*What is required*. Search the material for "strainFlag" and show all lines that contain it.

*Information provided*.
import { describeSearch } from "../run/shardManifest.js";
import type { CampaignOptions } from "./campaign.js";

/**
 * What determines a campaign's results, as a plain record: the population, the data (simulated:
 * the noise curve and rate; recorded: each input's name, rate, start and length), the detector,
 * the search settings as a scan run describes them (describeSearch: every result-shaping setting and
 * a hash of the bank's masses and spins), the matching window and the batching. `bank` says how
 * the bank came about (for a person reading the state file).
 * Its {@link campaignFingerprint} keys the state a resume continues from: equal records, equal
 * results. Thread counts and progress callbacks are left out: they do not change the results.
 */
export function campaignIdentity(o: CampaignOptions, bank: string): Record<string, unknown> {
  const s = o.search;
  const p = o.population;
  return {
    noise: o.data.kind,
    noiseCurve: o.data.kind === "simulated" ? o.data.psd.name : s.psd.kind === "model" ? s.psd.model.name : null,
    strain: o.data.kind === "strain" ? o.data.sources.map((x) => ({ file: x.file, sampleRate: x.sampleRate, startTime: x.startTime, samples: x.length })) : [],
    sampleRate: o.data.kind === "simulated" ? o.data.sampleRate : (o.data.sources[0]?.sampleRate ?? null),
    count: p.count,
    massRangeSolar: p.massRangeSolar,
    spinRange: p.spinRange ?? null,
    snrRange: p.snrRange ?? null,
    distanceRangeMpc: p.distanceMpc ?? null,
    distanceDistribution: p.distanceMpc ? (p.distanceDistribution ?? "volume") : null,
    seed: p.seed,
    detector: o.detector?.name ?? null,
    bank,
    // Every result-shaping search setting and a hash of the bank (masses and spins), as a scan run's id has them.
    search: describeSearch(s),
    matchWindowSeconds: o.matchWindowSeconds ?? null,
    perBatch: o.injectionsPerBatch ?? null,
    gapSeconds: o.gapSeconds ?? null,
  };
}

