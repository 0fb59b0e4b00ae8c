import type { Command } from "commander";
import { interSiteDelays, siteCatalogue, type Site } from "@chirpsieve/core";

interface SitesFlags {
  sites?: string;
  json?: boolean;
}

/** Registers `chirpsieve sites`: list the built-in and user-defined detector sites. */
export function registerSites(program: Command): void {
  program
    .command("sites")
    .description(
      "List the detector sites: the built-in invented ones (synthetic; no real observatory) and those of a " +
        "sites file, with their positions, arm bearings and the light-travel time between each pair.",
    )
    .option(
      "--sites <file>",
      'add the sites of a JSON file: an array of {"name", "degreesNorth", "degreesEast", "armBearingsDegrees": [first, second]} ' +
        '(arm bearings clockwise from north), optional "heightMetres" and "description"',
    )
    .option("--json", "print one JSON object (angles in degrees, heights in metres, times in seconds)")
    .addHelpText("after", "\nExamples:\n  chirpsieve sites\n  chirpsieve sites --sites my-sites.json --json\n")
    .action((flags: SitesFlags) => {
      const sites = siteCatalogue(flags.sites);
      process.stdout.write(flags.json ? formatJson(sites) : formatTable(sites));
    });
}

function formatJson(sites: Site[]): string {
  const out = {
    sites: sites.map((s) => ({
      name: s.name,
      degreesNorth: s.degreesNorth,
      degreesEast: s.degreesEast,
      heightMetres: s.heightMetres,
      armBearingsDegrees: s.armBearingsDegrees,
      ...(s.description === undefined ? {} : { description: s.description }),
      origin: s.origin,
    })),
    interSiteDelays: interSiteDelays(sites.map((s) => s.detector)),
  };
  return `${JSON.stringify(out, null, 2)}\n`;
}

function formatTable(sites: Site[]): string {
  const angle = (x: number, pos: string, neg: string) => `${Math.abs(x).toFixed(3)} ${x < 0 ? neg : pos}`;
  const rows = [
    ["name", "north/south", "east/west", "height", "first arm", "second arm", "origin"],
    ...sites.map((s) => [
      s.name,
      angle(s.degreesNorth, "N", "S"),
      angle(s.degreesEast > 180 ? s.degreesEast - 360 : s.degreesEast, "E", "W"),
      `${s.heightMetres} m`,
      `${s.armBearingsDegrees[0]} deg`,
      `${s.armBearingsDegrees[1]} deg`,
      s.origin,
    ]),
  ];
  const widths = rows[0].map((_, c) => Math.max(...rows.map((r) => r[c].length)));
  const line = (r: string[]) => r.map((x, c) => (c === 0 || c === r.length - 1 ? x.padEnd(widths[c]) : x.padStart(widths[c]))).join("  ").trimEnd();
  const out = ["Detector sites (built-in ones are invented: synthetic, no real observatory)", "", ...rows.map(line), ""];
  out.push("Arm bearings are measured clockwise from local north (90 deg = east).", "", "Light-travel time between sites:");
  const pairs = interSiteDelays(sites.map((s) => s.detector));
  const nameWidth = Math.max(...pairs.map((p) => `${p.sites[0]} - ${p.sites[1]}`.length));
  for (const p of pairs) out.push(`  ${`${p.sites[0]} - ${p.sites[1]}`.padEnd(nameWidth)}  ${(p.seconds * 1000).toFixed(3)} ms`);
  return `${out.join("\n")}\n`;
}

...

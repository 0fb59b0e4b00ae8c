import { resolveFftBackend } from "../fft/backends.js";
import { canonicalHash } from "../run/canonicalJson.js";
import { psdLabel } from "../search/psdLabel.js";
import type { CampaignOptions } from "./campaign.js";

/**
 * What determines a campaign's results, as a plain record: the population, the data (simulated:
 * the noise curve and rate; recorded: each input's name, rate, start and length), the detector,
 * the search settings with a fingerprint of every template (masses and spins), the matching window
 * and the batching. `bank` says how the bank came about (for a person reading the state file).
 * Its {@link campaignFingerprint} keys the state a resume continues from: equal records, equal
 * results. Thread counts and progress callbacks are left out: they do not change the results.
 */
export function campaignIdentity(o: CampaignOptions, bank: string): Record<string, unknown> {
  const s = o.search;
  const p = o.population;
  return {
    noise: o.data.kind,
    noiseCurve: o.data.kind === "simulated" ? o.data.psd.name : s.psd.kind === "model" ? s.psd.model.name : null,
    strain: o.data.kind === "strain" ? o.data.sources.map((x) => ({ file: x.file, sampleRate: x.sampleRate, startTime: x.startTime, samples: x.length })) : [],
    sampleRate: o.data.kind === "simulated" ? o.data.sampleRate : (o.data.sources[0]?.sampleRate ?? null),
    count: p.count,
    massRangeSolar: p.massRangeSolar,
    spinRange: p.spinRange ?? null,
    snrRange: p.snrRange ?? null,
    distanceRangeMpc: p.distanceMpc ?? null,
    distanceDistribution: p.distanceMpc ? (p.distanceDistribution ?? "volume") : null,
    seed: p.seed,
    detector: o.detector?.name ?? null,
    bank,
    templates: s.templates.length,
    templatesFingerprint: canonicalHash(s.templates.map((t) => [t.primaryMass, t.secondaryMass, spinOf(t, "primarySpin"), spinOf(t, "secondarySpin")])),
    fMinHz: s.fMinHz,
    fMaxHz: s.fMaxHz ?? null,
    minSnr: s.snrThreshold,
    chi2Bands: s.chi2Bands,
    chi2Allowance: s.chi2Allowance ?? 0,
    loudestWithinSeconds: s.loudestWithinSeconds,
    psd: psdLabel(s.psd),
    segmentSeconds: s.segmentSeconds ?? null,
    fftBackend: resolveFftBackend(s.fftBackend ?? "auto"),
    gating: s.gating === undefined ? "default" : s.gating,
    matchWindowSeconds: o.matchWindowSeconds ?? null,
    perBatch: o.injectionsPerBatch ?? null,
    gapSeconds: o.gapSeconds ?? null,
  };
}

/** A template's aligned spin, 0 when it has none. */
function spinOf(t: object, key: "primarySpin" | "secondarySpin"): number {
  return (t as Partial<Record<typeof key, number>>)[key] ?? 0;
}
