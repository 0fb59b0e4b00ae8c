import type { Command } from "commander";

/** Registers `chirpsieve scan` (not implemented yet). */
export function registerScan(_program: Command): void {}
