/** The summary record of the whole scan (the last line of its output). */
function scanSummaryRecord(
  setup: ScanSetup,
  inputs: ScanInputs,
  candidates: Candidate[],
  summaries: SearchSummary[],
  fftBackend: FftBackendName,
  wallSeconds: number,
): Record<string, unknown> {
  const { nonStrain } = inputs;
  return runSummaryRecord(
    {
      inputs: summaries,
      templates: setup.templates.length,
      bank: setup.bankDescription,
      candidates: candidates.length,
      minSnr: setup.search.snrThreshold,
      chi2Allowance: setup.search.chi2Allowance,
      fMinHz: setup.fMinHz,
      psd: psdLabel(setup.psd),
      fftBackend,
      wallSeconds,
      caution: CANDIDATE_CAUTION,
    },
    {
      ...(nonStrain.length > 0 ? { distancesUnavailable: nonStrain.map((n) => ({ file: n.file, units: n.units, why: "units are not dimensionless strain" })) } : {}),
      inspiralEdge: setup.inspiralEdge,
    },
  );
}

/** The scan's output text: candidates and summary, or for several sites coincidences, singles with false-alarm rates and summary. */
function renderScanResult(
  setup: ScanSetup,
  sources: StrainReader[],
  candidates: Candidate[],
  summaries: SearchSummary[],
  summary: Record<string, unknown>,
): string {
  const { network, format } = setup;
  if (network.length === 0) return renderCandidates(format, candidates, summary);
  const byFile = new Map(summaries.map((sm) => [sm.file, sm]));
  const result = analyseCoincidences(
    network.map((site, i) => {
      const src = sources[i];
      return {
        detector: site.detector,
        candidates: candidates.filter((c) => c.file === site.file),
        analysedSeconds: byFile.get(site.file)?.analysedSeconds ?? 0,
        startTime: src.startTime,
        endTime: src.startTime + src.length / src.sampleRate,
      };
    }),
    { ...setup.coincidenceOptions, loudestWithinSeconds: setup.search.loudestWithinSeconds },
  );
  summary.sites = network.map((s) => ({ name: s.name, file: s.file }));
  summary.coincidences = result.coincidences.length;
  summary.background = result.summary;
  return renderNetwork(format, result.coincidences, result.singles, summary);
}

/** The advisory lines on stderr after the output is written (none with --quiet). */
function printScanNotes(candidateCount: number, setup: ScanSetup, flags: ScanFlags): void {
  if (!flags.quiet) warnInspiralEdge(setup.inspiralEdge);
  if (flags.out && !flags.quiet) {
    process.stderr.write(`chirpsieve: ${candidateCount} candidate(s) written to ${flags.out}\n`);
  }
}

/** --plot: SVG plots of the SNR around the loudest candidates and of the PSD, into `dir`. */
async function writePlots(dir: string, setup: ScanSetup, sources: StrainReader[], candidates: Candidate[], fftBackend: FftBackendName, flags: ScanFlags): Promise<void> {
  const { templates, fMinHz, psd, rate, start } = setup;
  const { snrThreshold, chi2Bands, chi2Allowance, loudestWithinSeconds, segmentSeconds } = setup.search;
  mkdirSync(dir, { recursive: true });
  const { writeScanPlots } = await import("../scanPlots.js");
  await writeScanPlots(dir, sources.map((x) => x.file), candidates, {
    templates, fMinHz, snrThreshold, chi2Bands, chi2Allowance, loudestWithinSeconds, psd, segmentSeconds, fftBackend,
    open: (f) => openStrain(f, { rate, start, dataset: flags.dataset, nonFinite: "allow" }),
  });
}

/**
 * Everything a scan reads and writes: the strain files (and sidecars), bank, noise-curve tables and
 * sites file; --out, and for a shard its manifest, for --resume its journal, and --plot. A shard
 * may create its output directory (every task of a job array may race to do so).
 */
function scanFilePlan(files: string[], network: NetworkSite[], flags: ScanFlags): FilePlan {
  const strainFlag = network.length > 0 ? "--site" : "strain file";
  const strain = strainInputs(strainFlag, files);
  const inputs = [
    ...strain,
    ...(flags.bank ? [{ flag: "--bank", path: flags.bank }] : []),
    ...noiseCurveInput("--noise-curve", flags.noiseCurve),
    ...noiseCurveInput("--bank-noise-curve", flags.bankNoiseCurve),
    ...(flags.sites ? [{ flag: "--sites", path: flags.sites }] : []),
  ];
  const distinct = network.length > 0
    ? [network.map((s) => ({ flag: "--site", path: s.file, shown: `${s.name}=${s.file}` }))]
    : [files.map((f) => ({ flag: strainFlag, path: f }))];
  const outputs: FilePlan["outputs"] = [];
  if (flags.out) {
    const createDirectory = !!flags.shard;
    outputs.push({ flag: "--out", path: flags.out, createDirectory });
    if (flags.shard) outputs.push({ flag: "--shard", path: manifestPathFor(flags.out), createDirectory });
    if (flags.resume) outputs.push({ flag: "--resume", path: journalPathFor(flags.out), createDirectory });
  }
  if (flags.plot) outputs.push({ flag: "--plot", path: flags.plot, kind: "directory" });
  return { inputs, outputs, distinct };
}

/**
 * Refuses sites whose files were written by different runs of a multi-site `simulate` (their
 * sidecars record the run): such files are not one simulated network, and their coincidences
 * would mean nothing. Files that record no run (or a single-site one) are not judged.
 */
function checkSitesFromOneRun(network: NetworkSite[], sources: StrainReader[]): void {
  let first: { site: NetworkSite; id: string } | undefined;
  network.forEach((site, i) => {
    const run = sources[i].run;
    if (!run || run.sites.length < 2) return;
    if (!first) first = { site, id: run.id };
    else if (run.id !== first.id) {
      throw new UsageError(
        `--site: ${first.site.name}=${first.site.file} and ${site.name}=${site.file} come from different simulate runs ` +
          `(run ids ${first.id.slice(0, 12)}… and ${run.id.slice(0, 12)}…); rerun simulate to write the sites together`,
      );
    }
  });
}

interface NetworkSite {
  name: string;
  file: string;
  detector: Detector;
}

*Response to the exercise*.
  const strainFlag = network.length > 0 ? "--site" : "strain file";
  const strain = strainInputs(strainFlag, files);
    : [files.map((f) => ({ flag: strainFlag, path: f }))];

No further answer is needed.